1
votes

I have a TIDHttp (Indy) component, retrieving a website, from where I get the html text to parse and with the data gathered display into a delphi form.

The code is working fine, but when more than 10 records are found, the website shows a link to a Next() javascript function that loads the next 10 records and so on.

Is there something that I can do with TIDHttp in order to execute the next() function ?
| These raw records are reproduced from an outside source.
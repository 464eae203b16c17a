import Mocha from 'mocha';
import { defineSuite } from './all';
import { report } from './report';

/** Called by the extension host; rejects if a test failed. */
export function run(): Promise<void> {
  const mocha = new Mocha({ ui: 'bdd', timeout: 30_000, reporter: class {} as never });
  mocha.suite.emit('pre-require', globalThis as never, '', mocha);
  defineSuite();
  return new Promise((resolve, reject) =>
    report(mocha.run((failures) => (failures ? reject(new Error(`${failures} failed`)) : resolve()))),
  );
}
The code I'm using to retrieve the html text is as follows:

procedure TForm1.ObtemStringsCorreio(aParamEntrada:string; var aRetorno:TStringList);
var
    _ParamList : TStringList;
begin
    _ParamList := TStringList.Create;

    _ParamList.Add('cepEntrada=' + aParamEntrada);
    _ParamList.Add('tipoCep=ALL');
    _ParamList.Add('cepTemp=');
    _ParamList.Add('metodo=buscarCep');

    try
        aRetorno.Text := idhtp1.Post(cEngineCorreios, _ParamList);
        mmo1.Lines.Clear;
        mmo1.Text :=  aRetorno.Text;
    finally
        _ParamList.Free;
    end;
end;
1
It seems like you're trying to scrape a website for content. Are you sure that there are no APIs available that would allow you to access the data directly? Scraping is a method of last resort, generally discouraged by site owners, and it is naturally fragile. - J...
Thank your for the answer. I Already have read those posts. They use non official "Correios" database and "Correios" do not offer webservices. - Leo Bruno
You cannot execute Javascript with Indy. You would have to download and parse the HTML and Javascript to figure out what kind of HTTP request the script will generate when the button is clicked (or, just analyze the HTML/Javascript yourself and then hard-code the behavior into your code), and then you can send that new HTTP request using Indy to retrieve the next batch of data. - Remy Lebeau

1 Answers

3
votes

Indy is a communications library. It does not have any means for client side script execution. You will need to use another library for that.

A headless browser would be the ideal solution. A more heavyweight solution would be to embed a browser in a hidden form, and get it to do the work. You could use TWebBrowser, Chromium, etc. for this purpose.